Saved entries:
• • •
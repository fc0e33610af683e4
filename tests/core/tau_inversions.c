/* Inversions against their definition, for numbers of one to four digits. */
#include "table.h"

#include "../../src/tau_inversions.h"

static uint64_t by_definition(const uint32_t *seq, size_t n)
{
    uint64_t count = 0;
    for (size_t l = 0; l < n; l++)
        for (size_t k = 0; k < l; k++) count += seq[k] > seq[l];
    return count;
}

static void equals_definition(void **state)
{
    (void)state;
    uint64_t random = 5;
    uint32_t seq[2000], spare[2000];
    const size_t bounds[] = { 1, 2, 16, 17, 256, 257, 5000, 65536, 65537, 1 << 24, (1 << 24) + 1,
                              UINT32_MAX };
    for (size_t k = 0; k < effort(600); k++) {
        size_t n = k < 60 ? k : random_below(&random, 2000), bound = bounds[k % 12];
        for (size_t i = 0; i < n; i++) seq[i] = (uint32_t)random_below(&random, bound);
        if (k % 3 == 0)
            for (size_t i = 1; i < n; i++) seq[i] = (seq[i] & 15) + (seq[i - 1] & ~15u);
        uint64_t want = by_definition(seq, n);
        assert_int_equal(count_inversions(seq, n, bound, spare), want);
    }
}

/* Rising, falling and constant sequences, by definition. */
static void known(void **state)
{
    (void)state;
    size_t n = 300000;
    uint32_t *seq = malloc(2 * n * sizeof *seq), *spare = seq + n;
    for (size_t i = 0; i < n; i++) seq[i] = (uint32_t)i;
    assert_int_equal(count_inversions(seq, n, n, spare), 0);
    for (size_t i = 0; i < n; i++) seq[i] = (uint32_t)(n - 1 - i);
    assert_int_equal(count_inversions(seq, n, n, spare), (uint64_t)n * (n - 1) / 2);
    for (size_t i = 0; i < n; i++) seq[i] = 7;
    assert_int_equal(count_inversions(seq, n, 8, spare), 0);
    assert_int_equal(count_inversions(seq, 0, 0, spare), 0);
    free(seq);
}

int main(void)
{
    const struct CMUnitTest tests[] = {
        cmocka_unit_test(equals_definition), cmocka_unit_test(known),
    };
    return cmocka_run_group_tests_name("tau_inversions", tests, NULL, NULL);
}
• • •
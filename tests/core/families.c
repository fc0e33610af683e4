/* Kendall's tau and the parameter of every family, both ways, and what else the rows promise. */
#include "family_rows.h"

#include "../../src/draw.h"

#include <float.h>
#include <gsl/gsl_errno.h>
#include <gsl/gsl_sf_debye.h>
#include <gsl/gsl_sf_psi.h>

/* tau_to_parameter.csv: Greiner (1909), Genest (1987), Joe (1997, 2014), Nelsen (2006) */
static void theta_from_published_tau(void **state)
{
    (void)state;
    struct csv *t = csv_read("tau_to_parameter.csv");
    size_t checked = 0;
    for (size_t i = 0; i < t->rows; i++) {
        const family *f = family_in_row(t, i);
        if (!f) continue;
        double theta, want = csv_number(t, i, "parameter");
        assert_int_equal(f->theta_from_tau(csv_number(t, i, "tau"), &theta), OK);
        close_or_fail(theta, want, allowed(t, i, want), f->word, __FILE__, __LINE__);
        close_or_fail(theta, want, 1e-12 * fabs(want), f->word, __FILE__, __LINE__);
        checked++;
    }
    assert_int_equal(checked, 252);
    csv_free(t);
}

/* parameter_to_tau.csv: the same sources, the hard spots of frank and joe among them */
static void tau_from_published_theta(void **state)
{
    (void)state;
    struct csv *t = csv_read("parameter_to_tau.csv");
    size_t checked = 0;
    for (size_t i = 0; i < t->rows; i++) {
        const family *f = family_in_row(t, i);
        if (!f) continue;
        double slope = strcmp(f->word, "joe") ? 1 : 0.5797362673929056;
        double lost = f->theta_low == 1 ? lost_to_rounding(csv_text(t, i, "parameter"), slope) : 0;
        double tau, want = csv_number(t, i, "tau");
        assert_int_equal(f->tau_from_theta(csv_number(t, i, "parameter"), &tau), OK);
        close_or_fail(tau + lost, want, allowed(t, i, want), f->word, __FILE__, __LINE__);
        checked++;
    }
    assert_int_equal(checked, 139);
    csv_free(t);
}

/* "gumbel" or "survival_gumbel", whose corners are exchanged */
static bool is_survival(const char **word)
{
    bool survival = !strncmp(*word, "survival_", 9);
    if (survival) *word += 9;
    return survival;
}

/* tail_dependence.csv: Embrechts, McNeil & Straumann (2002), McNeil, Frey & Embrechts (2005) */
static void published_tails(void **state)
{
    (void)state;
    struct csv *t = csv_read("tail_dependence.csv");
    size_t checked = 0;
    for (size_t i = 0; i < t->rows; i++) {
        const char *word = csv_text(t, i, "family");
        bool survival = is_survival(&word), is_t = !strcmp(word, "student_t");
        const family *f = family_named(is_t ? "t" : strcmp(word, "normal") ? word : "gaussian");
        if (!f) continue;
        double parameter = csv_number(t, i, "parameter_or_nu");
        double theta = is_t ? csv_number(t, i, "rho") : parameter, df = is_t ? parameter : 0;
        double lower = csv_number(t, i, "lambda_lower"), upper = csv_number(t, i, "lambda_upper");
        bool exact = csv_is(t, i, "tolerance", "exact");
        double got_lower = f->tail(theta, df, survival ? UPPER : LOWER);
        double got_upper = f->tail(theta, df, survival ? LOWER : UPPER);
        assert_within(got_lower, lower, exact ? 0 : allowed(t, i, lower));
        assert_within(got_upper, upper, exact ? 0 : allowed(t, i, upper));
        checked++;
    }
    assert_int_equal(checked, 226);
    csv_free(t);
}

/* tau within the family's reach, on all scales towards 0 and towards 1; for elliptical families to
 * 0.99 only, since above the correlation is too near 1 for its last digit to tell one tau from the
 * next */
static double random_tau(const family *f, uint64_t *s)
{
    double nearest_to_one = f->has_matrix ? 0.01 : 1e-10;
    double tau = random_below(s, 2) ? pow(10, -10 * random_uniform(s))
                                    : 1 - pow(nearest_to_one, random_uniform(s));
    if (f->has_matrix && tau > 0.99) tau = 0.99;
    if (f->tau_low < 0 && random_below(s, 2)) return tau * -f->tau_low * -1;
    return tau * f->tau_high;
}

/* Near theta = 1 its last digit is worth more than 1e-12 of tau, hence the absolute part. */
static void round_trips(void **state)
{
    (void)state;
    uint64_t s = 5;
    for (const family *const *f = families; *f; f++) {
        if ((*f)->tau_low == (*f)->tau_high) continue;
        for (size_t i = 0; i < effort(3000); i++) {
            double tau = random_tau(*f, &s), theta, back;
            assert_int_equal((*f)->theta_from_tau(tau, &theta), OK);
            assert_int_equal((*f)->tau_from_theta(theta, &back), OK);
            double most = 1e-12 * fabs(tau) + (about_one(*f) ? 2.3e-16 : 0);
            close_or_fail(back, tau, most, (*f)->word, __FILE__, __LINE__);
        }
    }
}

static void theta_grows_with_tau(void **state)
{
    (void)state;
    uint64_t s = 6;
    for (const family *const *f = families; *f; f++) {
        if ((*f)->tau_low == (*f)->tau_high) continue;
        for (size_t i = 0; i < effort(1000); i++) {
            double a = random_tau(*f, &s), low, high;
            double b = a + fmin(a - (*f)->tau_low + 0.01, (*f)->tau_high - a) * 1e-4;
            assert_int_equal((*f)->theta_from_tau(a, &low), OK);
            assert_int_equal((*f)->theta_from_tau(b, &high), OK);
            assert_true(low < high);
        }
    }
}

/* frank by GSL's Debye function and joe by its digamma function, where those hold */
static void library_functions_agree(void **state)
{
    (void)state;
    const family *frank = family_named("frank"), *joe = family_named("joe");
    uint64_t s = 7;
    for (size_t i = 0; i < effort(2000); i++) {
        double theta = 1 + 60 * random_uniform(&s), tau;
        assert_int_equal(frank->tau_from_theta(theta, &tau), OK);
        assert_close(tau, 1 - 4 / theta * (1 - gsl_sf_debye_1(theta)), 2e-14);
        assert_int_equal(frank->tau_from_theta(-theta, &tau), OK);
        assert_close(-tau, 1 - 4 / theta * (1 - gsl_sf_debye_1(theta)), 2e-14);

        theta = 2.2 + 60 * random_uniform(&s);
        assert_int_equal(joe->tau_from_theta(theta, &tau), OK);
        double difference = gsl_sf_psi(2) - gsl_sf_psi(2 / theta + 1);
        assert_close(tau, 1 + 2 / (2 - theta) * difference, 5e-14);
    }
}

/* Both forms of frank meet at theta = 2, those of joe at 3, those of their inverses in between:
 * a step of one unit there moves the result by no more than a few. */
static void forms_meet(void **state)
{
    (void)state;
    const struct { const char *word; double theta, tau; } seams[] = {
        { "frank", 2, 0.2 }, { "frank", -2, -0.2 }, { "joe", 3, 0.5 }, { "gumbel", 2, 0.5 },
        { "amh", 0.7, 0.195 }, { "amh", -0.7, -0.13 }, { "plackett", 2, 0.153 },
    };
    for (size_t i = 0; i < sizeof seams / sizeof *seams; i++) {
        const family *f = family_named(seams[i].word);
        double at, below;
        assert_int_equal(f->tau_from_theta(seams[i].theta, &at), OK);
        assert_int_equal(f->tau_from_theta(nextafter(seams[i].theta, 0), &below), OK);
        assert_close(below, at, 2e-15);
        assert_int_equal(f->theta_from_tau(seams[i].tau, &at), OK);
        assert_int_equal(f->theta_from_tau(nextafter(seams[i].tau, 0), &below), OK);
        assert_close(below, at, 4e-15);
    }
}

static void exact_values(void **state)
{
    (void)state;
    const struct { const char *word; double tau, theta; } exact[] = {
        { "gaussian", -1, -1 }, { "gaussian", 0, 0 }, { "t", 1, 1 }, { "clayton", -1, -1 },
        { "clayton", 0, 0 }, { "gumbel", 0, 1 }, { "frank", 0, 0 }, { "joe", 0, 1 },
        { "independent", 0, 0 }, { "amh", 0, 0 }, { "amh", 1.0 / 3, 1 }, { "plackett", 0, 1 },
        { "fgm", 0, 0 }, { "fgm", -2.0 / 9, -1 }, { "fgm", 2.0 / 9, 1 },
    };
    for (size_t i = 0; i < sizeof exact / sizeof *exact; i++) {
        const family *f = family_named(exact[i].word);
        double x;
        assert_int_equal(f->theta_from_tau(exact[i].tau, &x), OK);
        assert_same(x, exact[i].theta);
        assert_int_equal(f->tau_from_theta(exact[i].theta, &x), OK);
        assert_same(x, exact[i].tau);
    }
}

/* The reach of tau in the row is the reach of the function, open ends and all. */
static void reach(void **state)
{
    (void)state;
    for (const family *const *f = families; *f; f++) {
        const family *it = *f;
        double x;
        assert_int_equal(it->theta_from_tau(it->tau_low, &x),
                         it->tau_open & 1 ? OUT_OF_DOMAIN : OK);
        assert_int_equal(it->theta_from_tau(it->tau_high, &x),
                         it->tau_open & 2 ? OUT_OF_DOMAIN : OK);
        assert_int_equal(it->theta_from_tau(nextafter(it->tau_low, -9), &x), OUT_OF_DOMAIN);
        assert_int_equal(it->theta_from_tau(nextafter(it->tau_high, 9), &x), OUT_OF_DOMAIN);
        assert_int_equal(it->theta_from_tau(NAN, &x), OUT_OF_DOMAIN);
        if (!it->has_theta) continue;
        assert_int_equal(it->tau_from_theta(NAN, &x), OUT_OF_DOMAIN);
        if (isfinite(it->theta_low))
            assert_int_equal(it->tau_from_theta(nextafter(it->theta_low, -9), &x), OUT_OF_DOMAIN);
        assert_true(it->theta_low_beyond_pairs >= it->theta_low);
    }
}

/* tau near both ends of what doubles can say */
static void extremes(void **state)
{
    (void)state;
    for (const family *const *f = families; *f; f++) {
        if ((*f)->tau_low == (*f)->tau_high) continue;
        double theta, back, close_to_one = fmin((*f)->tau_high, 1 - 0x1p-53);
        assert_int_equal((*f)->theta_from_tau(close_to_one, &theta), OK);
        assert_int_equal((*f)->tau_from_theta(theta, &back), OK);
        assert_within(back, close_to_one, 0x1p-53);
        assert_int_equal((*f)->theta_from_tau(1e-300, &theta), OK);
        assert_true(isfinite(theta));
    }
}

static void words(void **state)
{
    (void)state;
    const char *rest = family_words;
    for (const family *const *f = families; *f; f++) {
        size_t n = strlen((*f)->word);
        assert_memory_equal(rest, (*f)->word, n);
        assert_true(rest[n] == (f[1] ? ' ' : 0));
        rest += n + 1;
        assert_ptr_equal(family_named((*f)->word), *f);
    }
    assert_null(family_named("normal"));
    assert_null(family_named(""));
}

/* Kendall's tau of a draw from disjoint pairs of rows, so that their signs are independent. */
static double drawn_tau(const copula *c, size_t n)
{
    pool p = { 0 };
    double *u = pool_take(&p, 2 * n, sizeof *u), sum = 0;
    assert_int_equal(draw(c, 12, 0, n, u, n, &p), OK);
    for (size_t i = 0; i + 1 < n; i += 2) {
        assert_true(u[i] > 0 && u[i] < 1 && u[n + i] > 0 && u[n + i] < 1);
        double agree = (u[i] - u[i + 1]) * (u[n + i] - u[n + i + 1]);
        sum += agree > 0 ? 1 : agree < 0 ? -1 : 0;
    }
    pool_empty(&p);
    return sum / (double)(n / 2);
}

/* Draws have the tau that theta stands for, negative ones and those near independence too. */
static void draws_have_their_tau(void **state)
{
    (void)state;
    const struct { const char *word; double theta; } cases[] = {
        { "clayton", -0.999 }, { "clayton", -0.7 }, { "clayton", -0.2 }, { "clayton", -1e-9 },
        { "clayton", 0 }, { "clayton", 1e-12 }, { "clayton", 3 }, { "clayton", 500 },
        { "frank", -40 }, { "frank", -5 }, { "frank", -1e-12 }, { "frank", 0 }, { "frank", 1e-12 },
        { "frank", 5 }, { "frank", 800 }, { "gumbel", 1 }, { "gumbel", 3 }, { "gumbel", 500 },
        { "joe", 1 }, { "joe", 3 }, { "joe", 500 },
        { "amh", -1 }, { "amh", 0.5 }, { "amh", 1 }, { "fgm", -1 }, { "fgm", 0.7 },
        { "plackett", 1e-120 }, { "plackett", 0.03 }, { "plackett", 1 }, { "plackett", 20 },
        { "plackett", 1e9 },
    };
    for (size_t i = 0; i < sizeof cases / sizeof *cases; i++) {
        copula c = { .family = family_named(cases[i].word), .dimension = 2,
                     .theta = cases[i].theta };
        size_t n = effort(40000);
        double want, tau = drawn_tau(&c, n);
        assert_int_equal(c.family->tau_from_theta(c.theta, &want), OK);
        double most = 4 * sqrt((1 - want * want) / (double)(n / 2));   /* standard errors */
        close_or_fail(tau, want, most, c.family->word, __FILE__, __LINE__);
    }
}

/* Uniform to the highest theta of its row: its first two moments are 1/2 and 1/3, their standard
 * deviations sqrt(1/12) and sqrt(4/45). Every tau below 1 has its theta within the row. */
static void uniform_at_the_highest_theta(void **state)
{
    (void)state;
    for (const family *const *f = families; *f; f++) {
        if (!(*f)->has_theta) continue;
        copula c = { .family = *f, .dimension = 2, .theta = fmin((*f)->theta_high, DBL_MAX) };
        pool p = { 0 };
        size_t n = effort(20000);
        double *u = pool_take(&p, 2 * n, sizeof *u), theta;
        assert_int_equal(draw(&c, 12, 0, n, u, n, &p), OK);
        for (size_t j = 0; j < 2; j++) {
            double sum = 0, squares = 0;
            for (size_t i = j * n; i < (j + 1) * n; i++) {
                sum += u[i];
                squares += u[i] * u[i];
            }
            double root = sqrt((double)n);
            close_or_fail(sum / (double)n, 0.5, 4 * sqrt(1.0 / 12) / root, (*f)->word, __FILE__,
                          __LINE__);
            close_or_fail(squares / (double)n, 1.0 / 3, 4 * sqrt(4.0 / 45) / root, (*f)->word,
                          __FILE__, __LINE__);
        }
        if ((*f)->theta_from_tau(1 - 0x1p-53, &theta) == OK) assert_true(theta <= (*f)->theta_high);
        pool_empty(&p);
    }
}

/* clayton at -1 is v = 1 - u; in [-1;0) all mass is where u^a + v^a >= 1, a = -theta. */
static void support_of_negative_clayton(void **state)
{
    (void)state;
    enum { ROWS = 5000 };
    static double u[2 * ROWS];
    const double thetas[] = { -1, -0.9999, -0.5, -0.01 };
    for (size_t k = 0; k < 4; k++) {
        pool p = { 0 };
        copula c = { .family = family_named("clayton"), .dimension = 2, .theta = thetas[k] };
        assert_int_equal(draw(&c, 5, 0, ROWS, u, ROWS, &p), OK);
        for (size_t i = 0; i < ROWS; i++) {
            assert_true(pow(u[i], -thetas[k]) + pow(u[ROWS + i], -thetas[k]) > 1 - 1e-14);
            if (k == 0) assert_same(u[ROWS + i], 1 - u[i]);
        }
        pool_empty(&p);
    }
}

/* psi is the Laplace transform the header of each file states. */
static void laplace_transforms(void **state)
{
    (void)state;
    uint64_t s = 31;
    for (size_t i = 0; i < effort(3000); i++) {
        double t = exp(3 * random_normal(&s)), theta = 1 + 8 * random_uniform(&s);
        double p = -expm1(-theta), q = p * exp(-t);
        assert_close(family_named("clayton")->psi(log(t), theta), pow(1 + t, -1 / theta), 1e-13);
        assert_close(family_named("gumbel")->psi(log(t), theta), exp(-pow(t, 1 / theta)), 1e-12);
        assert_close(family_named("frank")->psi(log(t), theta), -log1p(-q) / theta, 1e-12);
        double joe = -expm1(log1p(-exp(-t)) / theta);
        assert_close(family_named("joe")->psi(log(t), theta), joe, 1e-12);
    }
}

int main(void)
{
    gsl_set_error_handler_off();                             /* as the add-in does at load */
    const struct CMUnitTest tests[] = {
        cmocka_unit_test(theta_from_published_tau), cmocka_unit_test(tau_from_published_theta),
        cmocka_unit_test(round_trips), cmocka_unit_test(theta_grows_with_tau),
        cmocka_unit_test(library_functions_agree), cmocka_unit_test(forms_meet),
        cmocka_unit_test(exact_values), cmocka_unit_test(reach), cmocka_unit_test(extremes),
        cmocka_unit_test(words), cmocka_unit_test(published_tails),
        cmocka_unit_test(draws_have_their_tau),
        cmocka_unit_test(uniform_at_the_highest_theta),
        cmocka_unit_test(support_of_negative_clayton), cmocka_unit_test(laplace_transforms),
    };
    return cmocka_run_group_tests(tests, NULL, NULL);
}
• • •
Work order: Copy, exactly and only, the lines above that begin with the one containing "size_t n = strlen((*f)->word);" and finish with the one containing "assert_int_equal(c.family->tau_from_theta(c.theta, &want), OK);".

Task response:
        size_t n = strlen((*f)->word);
        assert_memory_equal(rest, (*f)->word, n);
        assert_true(rest[n] == (f[1] ? ' ' : 0));
        rest += n + 1;
        assert_ptr_equal(family_named((*f)->word), *f);
    }
    assert_null(family_named("normal"));
    assert_null(family_named(""));
}

/* Kendall's tau of a draw from disjoint pairs of rows, so that their signs are independent. */
static double drawn_tau(const copula *c, size_t n)
{
    pool p = { 0 };
    double *u = pool_take(&p, 2 * n, sizeof *u), sum = 0;
    assert_int_equal(draw(c, 12, 0, n, u, n, &p), OK);
    for (size_t i = 0; i + 1 < n; i += 2) {
        assert_true(u[i] > 0 && u[i] < 1 && u[n + i] > 0 && u[n + i] < 1);
        double agree = (u[i] - u[i + 1]) * (u[n + i] - u[n + i + 1]);
        sum += agree > 0 ? 1 : agree < 0 ? -1 : 0;
    }
    pool_empty(&p);
    return sum / (double)(n / 2);
}

/* Draws have the tau that theta stands for, negative ones and those near independence too. */
static void draws_have_their_tau(void **state)
{
    (void)state;
    const struct { const char *word; double theta; } cases[] = {
        { "clayton", -0.999 }, { "clayton", -0.7 }, { "clayton", -0.2 }, { "clayton", -1e-9 },
        { "clayton", 0 }, { "clayton", 1e-12 }, { "clayton", 3 }, { "clayton", 500 },
        { "frank", -40 }, { "frank", -5 }, { "frank", -1e-12 }, { "frank", 0 }, { "frank", 1e-12 },
        { "frank", 5 }, { "frank", 800 }, { "gumbel", 1 }, { "gumbel", 3 }, { "gumbel", 500 },
        { "joe", 1 }, { "joe", 3 }, { "joe", 500 },
        { "amh", -1 }, { "amh", 0.5 }, { "amh", 1 }, { "fgm", -1 }, { "fgm", 0.7 },
        { "plackett", 1e-120 }, { "plackett", 0.03 }, { "plackett", 1 }, { "plackett", 20 },
        { "plackett", 1e9 },
    };
    for (size_t i = 0; i < sizeof cases / sizeof *cases; i++) {
        copula c = { .family = family_named(cases[i].word), .dimension = 2,
                     .theta = cases[i].theta };
        size_t n = effort(40000);
        double want, tau = drawn_tau(&c, n);
        assert_int_equal(c.family->tau_from_theta(c.theta, &want), OK);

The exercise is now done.